Au terme du débat et des polémiques qui ont eu lieu pour savoir si certains cours à l’université devaient être dispensés en anglais, l’Assemblée Nationale et le Sénat ont voté l’élargissement.

Depuis des lustres, nombreux sont les groupes de rock – comme ceux d’autres chapelles musicales – qui chantent communément en anglais. Et ça ne semble déranger personne. Il ne m’a d’ailleurs pas paru que la foule des auditeurs présents sur la place Hoche ce vendredi soir, s’en soit émue face au groupe Heartbreak Hotel*. De fait, quête d’une audience élargie ou pas, chanter en anglais est si courant que cela pourrait passer pour une sorte de norme. On peut de ce point de vue imaginer que, de répétition en répétition, nos jeunes chanteurs ont travaillé dans leur garage à peaufiner leur pratique de la langue. Ceux-là seront-ils véritablement gênés de devoir s’y plier également durant leurs études et face à la mondialisation ne faut-il pas se résoudre à parler (correctement) anglais… ? 

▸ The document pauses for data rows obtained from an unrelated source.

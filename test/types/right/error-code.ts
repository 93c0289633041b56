import type { ErrorCode } from '../../../src/errors.js';

export const code: ErrorCode = 'shape';
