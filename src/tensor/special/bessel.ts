import type * as tf from '@tensorflow/tfjs';
import { elementwise } from './operation.js';

const besselI0eOperation = elementwise('besselI0e');

/**
 * The scaled modified Bessel function of order 0, which normalizes the von Mises law.
 *
 * Formula: exp(−|x|) I₀(x), in double precision, rounded once. Shapes: elementwise. Gradient route: exp(−|x|) I₁(x) less the sign of x times the value, once.
 *
 * @param x - any shape
 * @throws ParameterError when given something other than a tensor.
 * @example
 * ```ts
 * import * as tf from '@tensorflow/tfjs';
 * import { besselI0e } from 'leadline';
 * console.log(besselI0e(tf.scalar(2)).dataSync()[0]!.toPrecision(6));
 * // 0.308508
 * ```
 * Source: DLMF sections 10.25 and 10.40.
 */
export function besselI0e(x: tf.Tensor): tf.Tensor {
  return besselI0eOperation(x);
}

const logBesselI0eOperation = elementwise('logBesselI0e');

/**
 * The logarithm of the scaled modified Bessel function of order 0, accurate at its zero.
 *
 * Formula: log(exp(−|x|) I₀(x)), in double precision, rounded once. Shapes: elementwise. Gradient route: I₁(x) / I₀(x) less the sign of x, once.
 *
 * @param x - any shape
 * @throws ParameterError when given something other than a tensor.
 * @example
 * ```ts
 * import * as tf from '@tensorflow/tfjs';
 * import { logBesselI0e } from 'leadline';
 * console.log(logBesselI0e(tf.scalar(2)).dataSync()[0]!.toPrecision(6));
 * // -1.17601
 * ```
 * Source: DLMF sections 10.25 and 10.40.
 */
export function logBesselI0e(x: tf.Tensor): tf.Tensor {
  return logBesselI0eOperation(x);
}

const besselI1eOperation = elementwise('besselI1e');

/**
 * The scaled modified Bessel function of order 1.
 *
 * Formula: exp(−|x|) I₁(x), in double precision, rounded once. Shapes: elementwise. Gradient route: exp(−|x|) (I₀(x) − I₁(x) / x) less the sign of x times the value, once.
 *
 * @param x - any shape
 * @throws ParameterError when given something other than a tensor.
 * @example
 * ```ts
 * import * as tf from '@tensorflow/tfjs';
 * import { besselI1e } from 'leadline';
 * console.log(besselI1e(tf.scalar(2)).dataSync()[0]!.toPrecision(6));
 * // 0.215269
 * ```
 * Source: DLMF sections 10.25 and 10.40.
 */
export function besselI1e(x: tf.Tensor): tf.Tensor {
  return besselI1eOperation(x);
}

const besselRatioOperation = elementwise('besselRatio');

/**
 * The mean resultant length of a von Mises law with concentration x.
 *
 * Formula: A(x) = I₁(x) / I₀(x) for x ≥ 0, in double precision, rounded once. Shapes: elementwise. Gradient route: 1 − A(x) / x − A(x)², once.
 *
 * @param x - any shape
 * @throws ParameterError when given something other than a tensor.
 * @example
 * ```ts
 * import * as tf from '@tensorflow/tfjs';
 * import { besselRatio } from 'leadline';
 * console.log(besselRatio(tf.scalar(2)).dataSync()[0]!.toPrecision(6));
 * // 0.697775
 * ```
 * Source: DLMF 10.29.2; Mardia and Jupp, Directional Statistics (2000), section 3.5.
 */
export function besselRatio(x: tf.Tensor): tf.Tensor {
  return besselRatioOperation(x);
}

const besselRatioComplementOperation = elementwise('besselRatioComplement');

/**
 * The circular variance of a von Mises law with concentration x, accurate for a large one.
 *
 * Formula: 1 − I₁(x) / I₀(x) for x ≥ 0, in double precision, rounded once. Shapes: elementwise. Gradient route: minus the derivative of the ratio, once.
 *
 * @param x - any shape
 * @throws ParameterError when given something other than a tensor.
 * @example
 * ```ts
 * import * as tf from '@tensorflow/tfjs';
 * import { besselRatioComplement } from 'leadline';
 * console.log(besselRatioComplement(tf.scalar(1e6)).dataSync()[0]!.toPrecision(6));
 * // 5.00000e-7
 * ```
 * Source: DLMF 10.29.2; Mardia and Jupp, Directional Statistics (2000), section 3.5.
 */
export function besselRatioComplement(x: tf.Tensor): tf.Tensor {
  return besselRatioComplementOperation(x);
}
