import * as tf from '@tensorflow/tfjs';
import { ParameterError, ShapeError } from '../errors.js';
import { describe, flatten, type NestedNumbers, requireTensor, shapeText } from '../tensor/checks.js';

/** Typed arrays that an entry may be given as; integers become int32 tensors, the others float32. */
export type NumberArray =
  | Float32Array
  | Float64Array
  | Int32Array
  | Int16Array
  | Int8Array
  | Uint16Array
  | Uint8Array
  | Uint8ClampedArray;

/**
 * Values with one row per data point along the leading axis: a tensor, a typed array, an array of typed
 * arrays, nested arrays of numbers, or an object that holds such values, for example values with a mask.
 */
export type BatchEntry = tf.Tensor | NumberArray | readonly NumberArray[] | NestedNumbers | object;

/** Entries by name, all with the same number of rows. */
export type BatchData = { readonly [name: string]: BatchEntry };

/** An object that is not a function: inside a class instance, methods stay what they are. */
type Plain = object & { readonly call?: never };

/** An entry once batched: what was an array is a tensor. */
type Batched<Entry> = Entry extends tf.Tensor
  ? Entry
  : Entry extends NumberArray | readonly unknown[]
    ? tf.Tensor
    : Entry extends Plain
      ? { [Key in keyof Entry]: Batched<Entry[Key]> }
      : Entry;

/** Data once batched: the same names, with tensors for arrays. */
export type Tensors<Data> = { [Name in keyof Data]: Batched<Data[Name]> };

/** What batched data of type `Data` may be given as: tensors, or arrays in their place. */
export type DataFor<Data> = { readonly [Name in keyof Data]: EntryFor<Data[Name]> };

type EntryFor<Entry> = Entry extends tf.Tensor
  ? Entry | NumberArray | readonly NumberArray[] | NestedNumbers
  : Entry extends NumberArray | readonly unknown[]
    ? Entry
    : Entry extends Plain
      ? { readonly [Key in keyof Entry]: EntryFor<Entry[Key]> }
      : Entry;

const isNumberArray = (value: unknown): value is NumberArray =>
  ArrayBuffer.isView(value) && !(value instanceof DataView) && !/^Big/.test(value.constructor.name);

/** Maps every array and tensor inside a value, and keeps all else; objects keep their prototype. */
function mapTensors(
  value: unknown,
  path: string,
  map: (leaf: tf.Tensor | NumberArray | readonly unknown[], path: string) => unknown,
): unknown {
  if (value instanceof tf.Tensor || isNumberArray(value) || Array.isArray(value)) return map(value, path);
  if (typeof value !== 'object' || value === null) return value;
  const copy = Object.create(Object.getPrototypeOf(value));
  for (const key of Reflect.ownKeys(value)) {
    copy[key] = mapTensors((value as Record<PropertyKey, unknown>)[key], `${path}.${String(key)}`, map);
  }
  return copy;
}

function toTensor(
  where: string,
  name: string,
  value: tf.Tensor | NumberArray | readonly unknown[],
): tf.Tensor {
  if (value instanceof tf.Tensor) {
    requireTensor(where, name, value);
    return tf.clone(value);
  }
  if (isNumberArray(value)) return tf.tensor(plainArray(value));
  if (value.length > 0 && value.every(isNumberArray)) {
    const width = value[0]!.length;
    const ragged = value.findIndex((row) => row.length !== width);
    if (ragged >= 0) {
      throw new ShapeError(
        `${where}: ${name} must have rows of one length; got ${width} in row 0 and ${value[ragged]!.length} in row ${ragged}; make every row equally long`,
      );
    }
    const whole = value.every((row) => plainArray(row) instanceof Int32Array);
    const all = new (whole ? Int32Array : Float32Array)(value.length * width);
    for (const [i, row] of value.entries()) all.set(row, i * width);
    return tf.tensor(all, [value.length, width]);
  }
  let first: unknown = value;
  while (Array.isArray(first)) first = first[0];
  if (typeof first === 'boolean') return tf.tensor(value as boolean[], undefined, 'bool');
  const { data, shape } = flatten(where, name, value as NestedNumbers);
  return tf.tensor(data, shape, 'float32');
}

function plainArray(value: NumberArray): Float32Array | Int32Array {
  if (value instanceof Float32Array || value instanceof Int32Array) return value;
  return value instanceof Float64Array ? Float32Array.from(value) : Int32Array.from(value);
}

/** Data held as tensors, from which batches of rows are gathered. */
export class RowSource<Data> {
  /** The common number of rows. */
  readonly rows: number;
  readonly #data: Record<string, unknown>;
  readonly #owned: tf.Tensor[] = [];

  constructor(where: string, data: Data) {
    if (typeof data !== 'object' || data === null || data instanceof tf.Tensor || Array.isArray(data)) {
      throw new ParameterError(
        `${where}: data must be an object of named entries; got ${describe(data)}; pass for example { x }`,
      );
    }
    let first: { path: string; rows: number } | undefined;
    const hold = (leaf: tf.Tensor | NumberArray | readonly unknown[], path: string): tf.Tensor => {
      // Kept, so that a tf.tidy of the caller does not take it away between two batches.
      const tensor = tf.keep(toTensor(where, path, leaf));
      this.#owned.push(tensor);
      const rows = tensor.shape[0];
      if (rows === undefined || rows === 0) {
        throw new ShapeError(
          `${where}: ${path} must have at least one row; got shape ${shapeText(tensor.shape)}; give it a leading axis, one row per data point`,
        );
      }
      first ??= { path, rows };
      if (rows !== first.rows) {
        throw new ShapeError(
          `${where}: data must have one number of rows; got ${first.rows} in ${first.path} and ${rows} in ${path}; give each data point one row in every entry`,
        );
      }
      return tensor;
    };
    try {
      this.#data = {};
      for (const [name, entry] of Object.entries(data)) {
        if ((typeof entry !== 'object' || entry === null) && entry !== undefined) {
          throw new ParameterError(
            `${where}: ${name} must be a tensor, an array or an object of these; got ${describe(entry)}; give it one row per data point`,
          );
        }
        this.#data[name] = mapTensors(entry, name, hold);
      }
      if (!first) {
        throw new ParameterError(
          `${where}: data must have at least one entry; got none; pass for example { x }`,
        );
      }
      this.rows = first.rows;
    } catch (error) {
      this.dispose();
      throw error;
    }
  }

  /** The given rows of every entry, and a function that disposes them. */
  gather(rows: Int32Array): { data: Tensors<Data>; dispose: () => void } {
    const made: tf.Tensor[] = [];
    const index = tf.tensor1d(rows, 'int32');
    const gathered = (leaf: unknown): tf.Tensor => {
      const part = tf.keep(tf.gather(leaf as tf.Tensor, index));
      made.push(part);
      return part;
    };
    const data = Object.fromEntries(
      Object.entries(this.#data).map(([name, entry]) => [name, mapTensors(entry, name, gathered)]),
    );
    index.dispose();
    return { data: data as Tensors<Data>, dispose: () => tf.dispose(made) };
  }

  dispose(): void {
    tf.dispose(this.#owned);
  }
}
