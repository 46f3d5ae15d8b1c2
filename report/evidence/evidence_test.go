package evidence

import (
	"bytes"
	"errors"
	"image"
	"image/color"
	"image/draw"
	"os"
	"path/filepath"
	"testing"

	"github.com/pdfcpu/pdfcpu/pkg/api"
	"github.com/pdfcpu/pdfcpu/pkg/pdfcpu/model"

	"halfspan/extract/paper"
)

func TestCutOut(t *testing.T) {
	page := image.NewRGBA(image.Rect(0, 0, 600, 800))
	draw.Draw(page, page.Bounds(), image.White, image.Point{}, draw.Src)
	before := bytes.Clone(page.Pix)
	own := []image.Rectangle{image.Rect(100, 300, 160, 312), image.Rect(170, 300, 240, 312)}
	got, err := CutOut(page, own, []image.Rectangle{image.Rect(100, 250, 130, 262), image.Rect(0, 700, 50, 712)}, 80, 1)
	if err != nil {
		t.Fatal(err)
	}
	if want := image.Rect(0, 220, 600, 392); got.Bounds() != want {
		t.Errorf("cut out %v, want %v", got.Bounds(), want)
	}
	if got.At(97, 306) != outline || got.At(130, 306) != (color.RGBA{255, 255, 255, 255}) {
		t.Errorf("the outline is not round the number: %v at its side, %v inside", got.At(97, 306), got.At(130, 306))
	}
	if got.At(97, 250) != around {
		t.Errorf("the place of n is not outlined: %v", got.At(97, 250))
	}
	if !bytes.Equal(before, page.Pix) {
		t.Error("the page itself was drawn on")
	}
	// At the edges of the page.
	if _, err := CutOut(page, []image.Rectangle{image.Rect(-5, -5, 20, 10)}, nil, 80, 3); err != nil {
		t.Error(err)
	}
	for _, none := range [][]image.Rectangle{nil, {image.Rect(700, 900, 720, 910)}} {
		if _, err := CutOut(page, none, nil, 80, 1); !errors.Is(err, ErrNoPlace) {
			t.Errorf("%v: %v, want ErrNoPlace", none, err)
		}
	}
}

func TestMark(t *testing.T) {
	pdf, err := os.ReadFile(filepath.Join("..", "..", "testdata", "papers", "syrup-feeding.pdf"))
	if err != nil {
		t.Fatal(err)
	}
	notes := []Note{
		{ID: "q1", Page: 1, Boxes: []paper.Box{{X0: 10000, Y0: 60000, X1: 14000, Y1: 61000}}, Text: "3.1 (95% CI 2.3 to 3.9): SD 1.89", By: "AB"},
		{ID: "q2", Page: 2, Boxes: []paper.Box{{X0: 20000, Y0: 60000, X1: 24000, Y1: 61000}, {X0: 20000, Y0: 59000, X1: 24000, Y1: 60000}}, Text: "11.8 (SD 2.1)", By: "AB"},
		{ID: "q3", Page: 2, Text: "no place"},
	}
	out, err := Mark(pdf, notes)
	if err != nil {
		t.Fatal(err)
	}
	marked, err := api.Annotations(bytes.NewReader(out), nil, model.NewDefaultConfiguration())
	if err != nil {
		t.Fatal(err)
	}
	n := 0
	for _, kinds := range marked {
		n += len(kinds[model.AnnHighLight].Map)
	}
	if n != 2 {
		t.Errorf("%d highlights, want 2", n)
	}
	if _, err := Mark(pdf, notes[2:]); !errors.Is(err, ErrNoPlace) {
		t.Errorf("nothing to mark: %v", err)
	}
	for _, broken := range [][]byte{nil, []byte("%PDF-1.7\nno more"), pdf[:len(pdf)/2]} {
		if _, err := Mark(broken, notes); err == nil {
			t.Errorf("%d bytes of a broken PDF were marked", len(broken))
		}
	}
}
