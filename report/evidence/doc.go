// Package evidence shows where exported results stand: a cut-out of the page with
// the printed result outlined ([CutOut]), and a copy of a PDF with the results
// highlighted and a note on each ([Mark]), which ordinary PDF viewers show.
//
// It draws on pictures and files that it is given; it reads no page, opens no
// ledger and knows no statistics.
package evidence
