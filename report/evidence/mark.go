package evidence

import (
	"bytes"
	"fmt"

	"github.com/pdfcpu/pdfcpu/pkg/api"
	"github.com/pdfcpu/pdfcpu/pkg/pdfcpu/color"
	"github.com/pdfcpu/pdfcpu/pkg/pdfcpu/model"
	"github.com/pdfcpu/pdfcpu/pkg/pdfcpu/types"

	"halfspan/extract/paper"
)

// Note is what a highlighted result says.
type Note struct {
	ID    string // of the result
	Page  int    // 1-based
	Boxes []paper.Box
	Text  string // what was confirmed and how the value was reached
	By    string // who confirmed it
}

// Mark gives a copy of a PDF with the boxes of each note highlighted and its text
// in the annotation. The copy is a new file: pages and fonts are those of the
// original. The error says why a file cannot be written anew; its original is
// untouched.
func Mark(pdf []byte, notes []Note) (out []byte, err error) {
	defer func() {
		// The library may panic on a damaged file.
		if p := recover(); p != nil {
			out, err = nil, fmt.Errorf("the PDF cannot be written anew: %v", p)
		}
	}()
	api.DisableConfigDir()
	byPage := map[int][]model.AnnotationRenderer{}
	for _, n := range notes {
		var all paper.Box
		var quads types.QuadPoints
		for _, b := range n.Boxes {
			if b.IsZero() {
				continue
			}
			all = all.Union(b)
			quads.AddQuadLiteral(quad(b))
		}
		if all.IsZero() {
			continue
		}
		ink := color.SimpleColor{R: 1, G: 0.86, B: 0.45}
		a := model.NewHighlightAnnotation(rectangle(all), 0, n.Text, n.ID, "", model.AnnPrint, &ink, 0, 0, 0, n.By, nil, nil, "", "halfspan "+n.ID, quads)
		byPage[n.Page] = append(byPage[n.Page], a)
	}
	if len(byPage) == 0 {
		return nil, ErrNoPlace
	}
	conf := model.NewDefaultConfiguration()
	conf.ValidationMode = model.ValidationRelaxed
	var b bytes.Buffer
	if err := api.AddAnnotationsMap(bytes.NewReader(pdf), &b, byPage, conf); err != nil {
		return nil, fmt.Errorf("the PDF cannot be written anew: %w", err)
	}
	return b.Bytes(), nil
}

func rectangle(b paper.Box) types.Rectangle {
	return *types.NewRectangle(float64(b.X0)/100, float64(b.Y0)/100, float64(b.X1)/100, float64(b.Y1)/100)
}

// quad gives the corners in the order that viewers expect, which is not the order
// of the standard: upper left, upper right, lower left, lower right.
func quad(b paper.Box) types.QuadLiteral {
	p := func(x, y int32) types.Point { return types.Point{X: float64(x) / 100, Y: float64(y) / 100} }
	return types.QuadLiteral{P1: p(b.X0, b.Y1), P2: p(b.X1, b.Y1), P3: p(b.X0, b.Y0), P4: p(b.X1, b.Y0)}
}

En d’autres temps, il a bien fallu accepter le passage à la langue vulgaire, se substituant à la docte langue latine pour évangéliser les masses. Aujourd’hui c’est pour répondre à la loi imparable du marché qu’intervient la transition linguistique. Et ce n’est pas l’argument qui consiste à faire venir davantage d’étudiants étrangers qui en est la véritable raison, mais bien qu’il faille accepter la prédominance d’une langue désormais hégémonique car si nous voulons pleinement participer à la marche du monde, nous devons vaille que vaille nous résoudre à parler langue commune.

Faut-il résister ? Est-ce qu’accepter équivaut à perdre encore un peu de notre identité ? Doit-on lutter pour différer l’inéluctable ? Le phénomène n’est pas sans rappeler les difficultés que rencontre aujourd’hui le livre, difficultés dont il est question dans nos colonnes et auxquelles il faudra bien faire face.

Alors quel est le meilleur moyen de préserver notre langue ou plutôt nos langues – français mais aussi breton ou gallo -, pour sauvegarder les éléments qui fondent et font notre culture et notre identité ? Devons-nous considérer, à l’instar de l’écrivain Kateb Yacine au lendemain de l’indépendance algérienne, que perpétuer la langue de l’ex colonisateur est « un butin de guerre » ? Nous aussi ne devons-nous pas réduire cette invasion à ce qu’elle est, une « pratique pragmatique », tout en œuvrant à préserver notre patrimoine linguistique ? Parler breton et anglais ne serait pas exclusif l’un de l’autre. On sait que la langue est l’instrument du pouvoir, mais la refuser risque de nous laisser sur la touche. Nous sommes, que nous le voulions ou non, partie intégrante du melting-pot global. Ces jeunes, devant et sur nos scènes, ne se posent pas la question : cette intrusion diffuse est devenue leur ordinaire. Il ne viendrait à l’idée de personne de leur en interdire la pratique. La seule résistance véritable est de redonner leur pleine et entière vigueur à toutes les expressions culturelles locales, d’en faire écho et de les promouvoir, envers et contre – ou peut-être plutôt en sus – de l’acceptation de la langue du colonisateur culturel.

*Heartbreak Hotel est programmé aux Vieilles Charrues, le Vendredi 19 Juillet à 19h50.